Prove that the function \(\cos \sqrt {x}\) is not periodic.
Prove that amongst any 7 different numbers it is always possible to choose two of them, \(x\) and \(y\), so that the following inequality was true: \[0 < \frac{x-y}{1+xy} < \frac{1}{\sqrt3}.\]
The Babylonian algorithm for deducing \(\sqrt{2}\). The sequence of numbers \(\{x_n\}\) is given by the following conditions: \(x_1 = 1\), \(x_{n + 1} = \frac 12 (x_n + 2/x_n)\) (\(n \geq 1\)).
Prove that \(\lim\limits_{n\to\infty} x_n = \sqrt{2}\).
What will the sequence from the previous problem 61297 be converging towards if we choose \(x_1\) as equal to \(-1\) as the initial condition?

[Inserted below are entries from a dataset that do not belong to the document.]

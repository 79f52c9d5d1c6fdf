import type { Lognormal } from './lognormal.types'
import { normalQuantile } from './normalQuantile'

/**
 * Quantile of a lognormal, e^(μ + zσ).
 *
 * @param probability p [–], in (0, 1)
 * @throws {ComputeError} `share-out-of-range`
 * @see Johnson, Kotz & Balakrishnan (1994), Continuous Univariate Distributions, vol. 1, ch. 14.
 * @example
 * lognormalQuantile({ logMean: 0, logSd: 1 }, 0.5) // => 1
 */
export function lognormalQuantile({ logMean, logSd }: Lognormal, probability: number): number {
  return Math.exp(logMean + logSd * normalQuantile(probability))
}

The iterative formula of Heron. Prove that the sequence of numbers \(\{x_n\}\) given by the conditions \(x_1 = 1\), \(x_{n + 1} = \frac 12 (x_n + k/x_n)\), converges. Find the limit of this sequence.
Method of iterations. In order to approximately solve an equation, it is allowed to write \(f (x) = x\), by using the iteration method. First, some number \(x_0\) is chosen, and then the sequence \(\{x_n\}\) is constructed according to the rule \(x_{n + 1} = f (x_n)\) (\(n \geq 0\)). Prove that if this sequence has the limit \(x * = \lim \limits_ {n \to \infty} x_n\), and the function \(f (x)\) is continuous, then this limit is the root of the original equation: \(f (x ^*) = x^*\).
The numbers \(a_1, a_2, \dots , a_k\) are such that the equality \(\lim\limits_{n\to\infty} (x_n + a_1x_{n - 1} + \dots + a_kx_{n - k}) = 0\) is possible only for those sequences \(\{x_n\}\) for which \(\lim\limits_{n\to\infty} x_n = 0\). Prove that all the roots of the polynomial P \((\lambda) = \lambda^k + a_1 \lambda^{k-1} + a_2 \lambda^{k -2} + \dots + a_k\) are modulo less than 1.
The algorithm of the approximate calculation of \(\sqrt[3]{a}\). The sequence \(\{a_n\}\) is defined by the following conditions: \(a_0 = a > 0\), \(a_{n + 1} = 1/3 (2a_n + a/a^2_n)\) (\(n \geq 0\)).
Prove that \(\lim\limits_{n\to\infty} a_n = \sqrt[3]{a}\).
The sequence of numbers \(\{a_n\}\) is given by \(a_1 = 1\), \(a_{n + 1} = 3a_n/4 + 1/a_n\) (\(n \geq 1\)). Prove that:
a) the sequence \(\{a_n\}\) converges;
b) \(|a_{1000} - 2| < (3/4)^{1000}\).
Find the limit of the sequence that is given by the following conditions \(a_1 = 2\), \(a_{n + 1} = a_n/2 + a_n^2/8\) (\(n \geq 1\)).